La magie se produit lorsque le système, alimenté par GPT-4o d’OpenAI, interprète même des descriptions vagues comme « un sac noir avec un détail rouge près de la fermeture » et les référence avec sa base de données.
En quelques secondes, il génère des correspondances classées par probabilité, surmontant ainsi les limites des systèmes qui reposaient sur des correspondances exactes. La véritable innovation réside dans la manière dont Find intègre des technologies complexes dans un flux que tout le monde peut utiliser.
La reconnaissance d’image avancée et l’apprentissage automatique fonctionnent ensemble derrière une interface aussi simple que l’envoi d’un message. De plus, étant disponible en quatre langues, il élimine l’un des plus grands obstacles pour les touristes.
Des résultats tangibles : De 10% à 30% de réussite
L’impact de Find sur la récupération des objets perdus a été si énorme que les chiffres parlent d’eux-mêmes. Avant sa mise en œuvre, des entreprises comme Keio Corporation étaient à peine capables de restituer 10 % des biens perdus à leurs propriétaires.
Aujourd’hui, ce chiffre a triplé, atteignant un taux de réussite remarquable de 30 %. Mais au-delà du pourcentage, ce qui est vraiment révélateur, ce sont les histoires qui se cachent derrière ces statistiques.
Sur la ligne Yurikamome de Tokyo, qui s’appuyait autrefois sur des enregistrements manuels dans des feuilles de calcul, 78 % des utilisateurs qui recherchent un objet perdu via Find reçoivent désormais au moins une correspondance potentielle en moins d’une heure.

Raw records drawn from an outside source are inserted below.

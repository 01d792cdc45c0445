"""The JSON document of a plan: one dictionary of plain values, versioned, every unit stated.

``docs/json.md`` names every key; a test holds the two together. Times are in the document's own
``time_unit``, conditions and readings in theirs; what is not defined is null.
"""

from __future__ import annotations

from collections.abc import Sequence
from math import isfinite
from typing import Any

from designer import units
from designer.outcomes import Curve, Estimate, Plan, PlannedRun, Predicted, Rating, Sample
from designer.records import Run, Study

DOCUMENT, VERSION = "aliquot plan", 1

Json = dict[str, Any]


def plan_document(study: Study, plan: Plan) -> Json:
    """The document of a plan of ``study``, ready for ``json.dumps``."""
    return {
        "document": DOCUMENT,
        "version": VERSION,
        "title": plan.title,
        "question": study.question,
        "seed": plan.seed,
        "effort": [{"name": name, "count": count} for name, count in plan.effort],
        "versions": [{"name": name, "version": version} for name, version in plan.versions],
        "time_unit": study.time_unit,
        "readings": [{"name": r.name, "signal": r.text, "unit": r.unit} for r in study.readings],
        "candidates": _candidates(study, plan),
        "runs": [_planned(study, run) for run in plan.runs],
        "rating": _rating(study, plan.rating),
        "alternatives": [_rating(study, rating) for rating in plan.alternatives],
        "booked": _time(study, plan.booked),
        "limited_by": plan.binding,
        "inseparable": [
            {"first": pair.first, "second": pair.second, "levers": list(pair.levers)}
            for pair in plan.inseparable
        ],
        "lost_by_rounding": _estimate(plan.rounding),
        "local": [
            {"candidate": x.candidate, "kind": x.kind, "value": _number(x.value), "margin": _number(x.margin)}
            for x in plan.local
        ],
        "cautions": list(plan.cautions),
        "warnings": list(plan.warnings),
        "curves": [_curve(study, curve) for curve in plan.curves],
    }


def _number(value: float | None) -> float | None:
    """A number to ten digits, without the dust of conversion; None for what is not finite."""
    return float(f"{value:.10g}") if value is not None and isfinite(value) else None


def _estimate(figure: Estimate) -> Json:
    return {"value": _number(figure.value), "error": _number(figure.error)}


def _by_law(pairs: Sequence[tuple[str, Estimate]]) -> list[Json]:
    return [{"candidate": name, **_estimate(figure)} for name, figure in pairs]


def _time(study: Study, seconds: float | None) -> float | None:
    return None if seconds is None else _number(units.convert(seconds, study.time_unit))


def _candidates(study: Study, plan: Plan) -> list[Json]:
    beliefs = {name: (stated, after) for name, stated, after in plan.beliefs}
    found = []
    for candidate in study.candidates:
        stated, after = beliefs.get(candidate.name, (candidate.belief, candidate.belief))
        steps = [
            {"name": step.equation.name, "equation": step.equation.text, "rate": step.text}
            for step in candidate.steps
        ]
        found.append(
            {
                "name": candidate.name,
                "free_order": candidate.free_order,
                "own_equation": candidate.overrides,
                "steps": steps,
                "belief": _number(stated),
                "belief_after_pilots": _number(after),
            }
        )
    return found


def _conditions(study: Study, conditions: Sequence[tuple[str, float]]) -> Json:
    """Condition -> value and unit."""
    found = {}
    for name, value in conditions:
        unit = study.condition(name).unit
        found[name] = {"value": _number(units.convert(value, unit)), "unit": unit}
    return found


def _planned(study: Study, run: PlannedRun) -> Json:
    return {
        "number": run.number,
        "conditions": _conditions(study, run.conditions),
        "length": _time(study, run.length),
        "samples": [_sample(study, sample) for sample in run.samples],
        "portions": [
            {
                "name": portion.name,
                "stock": None
                if portion.stock is None
                else _number(units.convert(portion.stock, study.condition(portion.name).unit)),
                "volume_mL": _number(1e3 * portion.volume),
            }
            for portion in run.portions
        ],
        "marks": list(run.marks),
        "gain": _estimate(run.gain),
    }


def _sample(study: Study, sample: Sample) -> Json:
    return {
        "time": _time(study, sample.time),
        "purpose": sample.purpose,
        "predicted": [_predicted(study, predicted) for predicted in sample.predicted],
    }


def _reading_scale(study: Study, name: str) -> float:
    return units.scale(next(reading.unit for reading in study.readings if reading.name == name))[0]


def _predicted(study: Study, predicted: Predicted) -> Json:
    scale = _reading_scale(study, predicted.reading)
    return {
        "candidate": predicted.candidate,
        "reading": predicted.reading,
        "mean": _number(predicted.mean / scale),
        "error_1_sd": _number(predicted.error / scale),
        "censored": predicted.censored,
        "fraction_left": _number(predicted.left),
    }


def _curve(study: Study, curve: Curve) -> Json:
    scale = _reading_scale(study, curve.reading)
    values = {"middle": curve.middle, "low": curve.low, "high": curve.high}
    return {
        "run": curve.run,
        "candidate": curve.candidate,
        "reading": curve.reading,
        "times": [_time(study, time) for time in curve.times],
        **{name: [_number(value / scale) for value in row] for name, row in values.items()},
    }


def _scheduled(study: Study, run: Run) -> Json:
    return {
        "conditions": _conditions(study, run.conditions),
        "times": [_time(study, time) for time in run.times],
        "length": _time(study, run.length),
    }


def _rating(study: Study, rating: Rating) -> Json:
    return {
        "name": rating.name,
        "schedule": [_scheduled(study, run) for run in rating.schedule.runs],
        "virtual_studies": rating.studies,
        "worth": _estimate(rating.worth),
        "on_top": _estimate(rating.top),
        "on_top_by_law": _by_law(rating.top_by_law),
        "reach": _estimate(rating.reach),
        "reach_by_law": _by_law(rating.reach_by_law),
        "mean_probability": _estimate(rating.mean_probability),
        "log_score": _estimate(rating.log_score),
        "information_nat": _estimate(rating.information),
        "information_share": _estimate(rating.information_share),
        "precision": [
            {
                "constant": p.constant,
                "asked": p.asked,
                "half_width": _estimate(p.half_width),
                "met": _estimate(p.met),
            }
            for p in rating.precision
        ],
        "se_of_ln": [
            {"candidate": s.candidate, "constant": s.constant, **_estimate(s.spread)} for s in rating.spreads
        ],
        "free_order": None if rating.free_order is None else _estimate(rating.free_order),
        "total_time": _time(study, rating.total_time),
        "broken_limits": list(rating.broken),
        "in_doubt": rating.doubtful,
        "recomputed": rating.repaired,
        "unsolved": [{"candidate": name, "count": count} for name, count in rating.unsolved],
    }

Les articles les plus courants – comme les parapluies, les portefeuilles et les écouteurs – ont des taux de retour supérieurs à 40 %, un changement radical pour des articles qui retournaient rarement entre les mains de leurs propriétaires.
Le succès du système se mesure non seulement en termes de récupération, mais également en termes de temps. Ce qui prenait autrefois des jours de paperasse est désormais résolu en quelques heures : 65 % des retours réussis ont lieu dans les 48 heures suivant le sinistre.
Pour les voyageurs étrangers, le support multilingue a réduit de 60 % les cas d’objets non réclamés en raison de barrières linguistiques.
Pourquoi le Japon a-t-il fait mieux ?
Le Japon a transformé un problème universel en une réussite grâce à une combinaison unique de facteurs culturels et technologiques.
Contrairement à d’autres pays où les objets perdus finissent souvent oubliés dans les tiroirs, il existe ici une culture d’honnêteté et de responsabilité collective : 90 % des objets trouvés sont volontairement livrés aux bureaux correspondants.
Mais ce qui était vraiment distinctif, c’est qu’au lieu de créer un système à partir de zéro, ils ont tiré parti d’applications comme Line et le réseau de gares, donnant un accès immédiat à des millions d’utilisateurs sans avoir besoin d’apprendre de nouvelles plateformes.
Find n’est pas l’IA la plus avancée au monde, mais c’est la mieux adaptée à un problème réel. Tandis que d’autres développaient des chatbots complexes, le Japon a résolu un problème simple mais frustrant : se faire rendre son parapluie.
Cours pour le reste du monde
Le Japon a montré que la clé pour résoudre les problèmes quotidiens liés à la technologie ne réside pas dans la complexité, mais dans l’accessibilité et l’adaptation à l’environnement.
La mise en œuvre de l’intelligence artificielle dans la récupération d’objets perdus optimise non seulement un processus bureaucratique, mais renforce également la confiance dans le système et améliore l’expérience utilisateur.
D’autres pays peuvent s’inspirer de cette approche pragmatique : intégrer la technologie dans les infrastructures existantes plutôt que de créer des solutions à partir de zéro, utiliser des outils intuitifs pour le public et résoudre avec précision les problèmes réels.
La combinaison de l’efficacité technologique et des valeurs culturelles a transformé un problème commun en une solution efficace.
L’application de ces principes pourrait transformer non seulement la gestion des objets trouvés, mais aussi de nombreux autres aspects de la vie urbaine, de la sécurité à la gestion des ressources, rendant ainsi l’impossible simple.